Seorang Junzi berkata, ‘rasa manis menerima keharmonisan; warna putih menerima berbagai warna, orang yang satya dan dapat dipercaya, ia boleh belajar kesusilaan.” Bagi orang yang tidak satya dan dapat dipercaya, kesusilaan itu menggenapi jalan suci. Maka sungguh penting mendapatkan orang yang berwatak mulia.
Nabi Kongzi bersabda, “Biar orang hafal ke tigaratus sanjak, itu belum cukup untuk mampu mempersembahkan satu piala sembahyang. Biarpun mampu menaikkan satu piala sembahyang, itu belum cukup untuk melakukan sembahyang dengan sajian besar. Biar mampu melakukan sembahyang dengan sajian besar, itu belum cukup untuk melakukan sembahyang besar di gunung. Biar mampu melakukan sembahyang besar di gunung, itu belum cukup untuk melakukan sembahyang besar kepada Di (Tuhan Yang Maha Esa). Janganlah meremehkan tata upacara kesusilaan (Yi Li).”

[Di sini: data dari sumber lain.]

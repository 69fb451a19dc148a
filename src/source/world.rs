//! Files and places in them, and the trait through which they arrive.

use std::path::{Path, PathBuf};
use std::sync::Arc;

/// Number of a source file in its [`SourceMap`].
#[derive(Clone, Copy, Debug, PartialEq, Eq, PartialOrd, Ord, Hash)]
pub struct FileId(pub u32);

/// A stretch of a source file, in bytes.
#[derive(Clone, Copy, Debug, PartialEq, Eq, PartialOrd, Ord, Hash)]
pub struct Span {
    /// The file.
    pub file: FileId,
    /// First byte.
    pub start: usize,
    /// Byte after the last.
    pub end: usize,
}

/// The text of a file and the name to call it by.
#[derive(Clone, Debug, PartialEq, Eq)]
pub struct Source {
    /// Path as the user wrote it.
    pub name: String,
    /// Its text.
    pub text: Arc<str>,
}

/// The files that a run has read.
#[derive(Clone, Debug, Default)]
pub struct SourceMap {
    files: Vec<Source>,
}

/// Why a file cannot be read.
#[derive(Clone, Debug, PartialEq, Eq, thiserror::Error)]
pub enum WorldError {
    /// Nothing is there.
    #[error("there is no file {0}")]
    Missing(PathBuf),
    /// It is not UTF-8 text.
    #[error("{0} is not a text file in UTF-8")]
    NotText(PathBuf),
    /// It is larger than any spec can be.
    #[error("{path} has {bytes} bytes; the limit is {limit}")]
    TooLarge {
        /// The file.
        path: PathBuf,
        /// Its size.
        bytes: u64,
        /// The largest size that is read.
        limit: u64,
    },
    /// The system refuses.
    #[error("{path} cannot be read: {reason}")]
    Refused {
        /// The file.
        path: PathBuf,
        /// What the system says.
        reason: String,
    },
}

/// Everything that reaches the pipeline from outside.
pub trait World: Sync {
    /// The text of a file.
    ///
    /// # Errors
    /// [`WorldError`] if it cannot be read as text.
    fn read(&self, path: &Path) -> Result<Arc<str>, WorldError>;
}

/// The real file system.
#[derive(Clone, Copy, Debug, Default)]
pub struct Disk;

impl Disk {
    /// Largest file that is read, bytes: a spec of ten thousand shapes takes about one megabyte, an
    /// issued sheet of two thousand annotations about twenty.
    pub const LIMIT: u64 = 64 << 20;
}

impl World for Disk {
    fn read(&self, path: &Path) -> Result<Arc<str>, WorldError> {
        let refused = |e: std::io::Error| match e.kind() {
            std::io::ErrorKind::NotFound => WorldError::Missing(path.to_owned()),
            std::io::ErrorKind::InvalidData => WorldError::NotText(path.to_owned()),
            _ => WorldError::Refused { path: path.to_owned(), reason: e.to_string() },
        };
        let bytes = std::fs::metadata(path).map_err(refused)?.len();
        if bytes > Self::LIMIT {
            return Err(WorldError::TooLarge { path: path.to_owned(), bytes, limit: Self::LIMIT });
        }
        std::fs::read_to_string(path).map(Arc::from).map_err(refused)
    }
}

impl SourceMap {
    /// Takes a file and gives its number.
    pub fn add(&mut self, name: impl Into<String>, text: Arc<str>) -> FileId {
        let id = FileId(u32::try_from(self.files.len()).unwrap_or(u32::MAX));
        self.files.push(Source { name: name.into(), text });
        id
    }

    /// The file with this number.
    #[must_use]
    pub fn get(&self, id: FileId) -> Option<&Source> {
        self.files.get(id.0 as usize)
    }

    /// Name, line and column (both from 1, columns in characters) of a span's beginning.
    #[must_use]
    pub fn locate(&self, span: Span) -> Option<(&str, usize, usize)> {
        let source = self.get(span.file)?;
        let before = source.text.get(..span.start.min(source.text.len()))?;
        let line = before.matches('\n').count() + 1;
        let column = before.rsplit('\n').next().map_or(0, |l| l.chars().count()) + 1;
        Some((&source.name, line, column))
    }
}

Ketika Zi Lu menjadi pengurus rumah tangga keluarga Ji, kepala keluarga Ji biasa memulai upacara sembahyangnya saat hari masih gelap dan bila waktu sehari itu tidak cukup, dilanjutkan dengan memasang lilin. Semua yang terlibat biar mereka kuat tenaganya dan hatinya benar-benar penuh hormat, akhirnya menjadi sangat lelah dan lalai. Para petugas meskipun dapat melaksanakan persembahyangan, tetapi akan kehabisan semangat dan loyo, dan sangat besar kurang rasa hormatnya. Pada hari lain, ketika Zi Lu memimpin upacara dikeluarga itu, cara penyelenggaraannya berbeda.Untuk pelayanan di dalam ruang, ia menugaskan kelompok orang yang bertugas di luar dan di dalam pintu; dan untuk mereka yang di dalam ruangan, ada yang diberi tugas untuk menghubungi mereka di tangga. Begitu hari terang, pelayanan sembahyang segera dimupai dan pada saat senja hari, semua yang hadir sudah siap mengundurkan diri. Ketika Nabi Kongzi mendengar hal ini, bersabda, “Siapa berkata bahwa You (Zi Lu) tidak mengerti kesusilaan?”